Underbelly uses a combination of full-length single grids, narrower single grids, and two-deep rows to share the projects in the way they were meant to be seen. If you feel like the more classic portfolio layouts don’t allow your projects to take up the space they were intended to, then this style was meant for you.
Handsome isn’t afraid of whitespace, and neither should you be! It’s common to see websites take advantage of the entire width of their layout, but Handsome does it differently by leaving intentional blank spaces.
The filter at the very top of their portfolio makes it easy for visitors to sort by project type which makes it a great example of user-first experience.
There’s nothing wrong with letting your projects do the talking. But consider that a portfolio doesn’t just have to be a grid of projects.

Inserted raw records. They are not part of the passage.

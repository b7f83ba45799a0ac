"""The catalogue of gross blunders, each predicted exactly where its inputs are known.

A wrong backsight turns everything about the station by the difference of two known
azimuths, a wrong station carries the station onto another mark; so the marks of the
job name the mark that was mistaken, with nothing left to fit. For the setup that
staked the points the prediction is where the stakes went; for the setup that shot
them it is the inverse, where good stakes seem to be.
"""

from __future__ import annotations

import math
from collections.abc import Iterator, Sequence

import numpy as np

from geometry.checked import Array
from geometry.signature.hypotheses import Field, Hypothesis, rotation_field
from geometry.signature.kinds import Kind
from geometry.signature.setups import Role, Setup
from geometry.signature.small import ANY_SIZE, SMALL, swapped

FOOT_M = 0.3048
_SAME_M = 0.01


def gross_hypotheses(
    setups: Sequence[Setup], marks: Array, design: Array, shots: Array
) -> Iterator[Hypothesis]:
    """Every blunder of the catalogue for these setups and control marks (m, 2).

    `shots` (n, 2) are only used to start the one blunder that has a free size, a
    rotation about the station.
    """
    zero = np.zeros(2)
    yield Hypothesis(Kind.SWAPPED, fixed=swapped)
    yield Hypothesis(
        Kind.FEET_AS_METRES, fixed=_stretched(zero, 1 / FOOT_M), about="Coordinates"
    )
    yield Hypothesis(
        Kind.METRES_AS_FEET, fixed=_stretched(zero, FOOT_M), about="Coordinates"
    )
    yield from _renumbered(design)
    for number, one in enumerate(setups):
        yield from _of_setup(number, one, marks)
        yield from _turned_about(number, one, design, shots)
        for kind, factor in (
            (Kind.FEET_AS_METRES, 1 / FOOT_M),
            (Kind.METRES_AS_FEET, FOOT_M),
        ):
            field = _stretched(one.at, factor)
            yield Hypothesis(kind, fixed=field, setup=number, about="Distances")


def _turned_about(
    number: int, one: Setup, design: Array, shots: Array
) -> Iterator[Hypothesis]:
    """The orientation wrong by any angle: the median of what single shots turned."""
    a, b = design - one.at, shots - one.at
    turns = np.arctan2(b[:, 0], b[:, 1]) - np.arctan2(a[:, 0], a[:, 1])
    mean = math.atan2(np.sin(turns).sum(), np.cos(turns).sum())
    away = (turns - mean + math.pi) % (2 * math.pi) - math.pi
    turn = mean + float(np.median(away))
    if abs(turn) <= SMALL:
        return
    yield Hypothesis(
        Kind.ROTATION,
        fixed=lambda p: one.at - p + _turned(p - one.at, turn),
        free=lambda p: rotation_field(one)(one.at + _turned(p - one.at, turn)),
        base=(turn,),
        rarity=ANY_SIZE,
        setup=number,
    )


def _stretched(at: Array, factor: float) -> Field:
    return lambda p: (factor - 1) * (p - at)


def _of_setup(number: int, one: Setup, marks: Array) -> Iterator[Hypothesis]:
    for mark, place in enumerate(marks):
        if _apart(place, one.at):
            yield from _wrong_mark(number, one, mark, place)
    if one.backsight is None:
        return
    for kind, field in (
        (Kind.REVERSED, _carried(one.role, one.at, one.at, math.pi)),
        (Kind.EXCHANGED, _carried(one.role, one.at, one.backsight, math.pi)),
        (Kind.ANGLE_SENSE, _mirrored(one.at, _azimuth(one.at, one.backsight))),
    ):
        yield Hypothesis(kind, fixed=field, setup=number)


def _wrong_mark(
    number: int, one: Setup, mark: int, place: Array
) -> Iterator[Hypothesis]:
    """Another mark occupied, another mark's coordinates keyed, another one sighted."""
    station, value = 0.0, 0.0
    if one.backsight is not None:
        if not _apart(place, one.backsight):
            return
        back = _azimuth(one.at, one.backsight)
        station = _azimuth(place, one.backsight) - back
        value = -station
        sighted = _carried(one.role, one.at, one.at, _azimuth(one.at, place) - back)
        yield Hypothesis(Kind.WRONG_BACKSIGHT, fixed=sighted, setup=number, mark=mark)
    occupied = _carried(one.role, one.at, place, station)
    yield Hypothesis(Kind.WRONG_STATION, fixed=occupied, setup=number, mark=mark)
    keyed = _carried(one.role, place, one.at, value)
    yield Hypothesis(Kind.WRONG_VALUE, fixed=keyed, setup=number, mark=mark)


def _apart(a: Array, b: Array) -> bool:
    return float(np.hypot(*(a - b))) > _SAME_M


def _renumbered(design: Array) -> Iterator[Hypothesis]:
    """Each shot at the design place of a neighbour in the list, up to two along."""
    for step in (1, -1, 2, -2):
        if len(design) > 4:
            image = np.roll(design, step, axis=0)
            # the end of the list has no neighbour; it stays as a wild shot
            yield Hypothesis(
                Kind.NUMBERING, fixed=_only_at(design, image - design), about=str(step)
            )


def _only_at(design: Array, displacement: Array) -> Field:
    """A field that belongs to the list, not to the plane: zero anywhere else."""

    def field(points: Array) -> Array:
        same = points.shape == design.shape and bool((points == design).all())
        return displacement if same else np.zeros_like(points)

    return field


def _carried(role: Role, believed: Array, occupied: Array, turn: float) -> Field:
    """Turned about the believed station and carried to the occupied one, or back."""
    if role is Role.STAKED:
        return lambda p: occupied - p + _turned(p - believed, turn)
    return lambda p: believed - p + _turned(p - occupied, -turn)


def _mirrored(at: Array, azimuth: float) -> Field:
    """Left turned for right: mirrored at the line of the backsight."""
    u = np.array([math.sin(azimuth), math.cos(azimuth)])
    mirror = 2 * np.outer(u, u) - np.eye(2)
    return lambda p: at - p + (p - at) @ mirror


def _turned(local: Array, angle: float) -> Array:
    cosine, sine = math.cos(angle), math.sin(angle)
    turned: Array = local @ np.array([[cosine, -sine], [sine, cosine]])
    return turned


def _azimuth(a: Array, b: Array) -> float:
    return math.atan2(b[0] - a[0], b[1] - a[1])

Take Thoughtbot, for example. They use a combination of project grids, customer testimonials, and brand lists by industry to tell a fuller story. This offers a unique way to break up content that may otherwise be too overwhelming.
Whether you have a small portfolio, or you just want to show off your favorite projects, consider the clean and simple layout design that Gravitate uses.
When it comes to displaying your design work, it’s important to strike a balance between aesthetic and functionality. Gravitate does just that with bright featured images, white space, and transparent overlays upon hover.
If you want a clean and functional portfolio, then take a page from Gravitate’s book.
When you’ve worked with dozens of businesses, your portfolio can easily become chaotic. Put the focus on your best work with various sized grids interspersed with client success statistics and calls to action.
The result is Focus Lab’s full-width experience that offers potential clients a deeper look into the design agency’s skills and capabilities.
Which of the above portfolio websites sparked your creativity?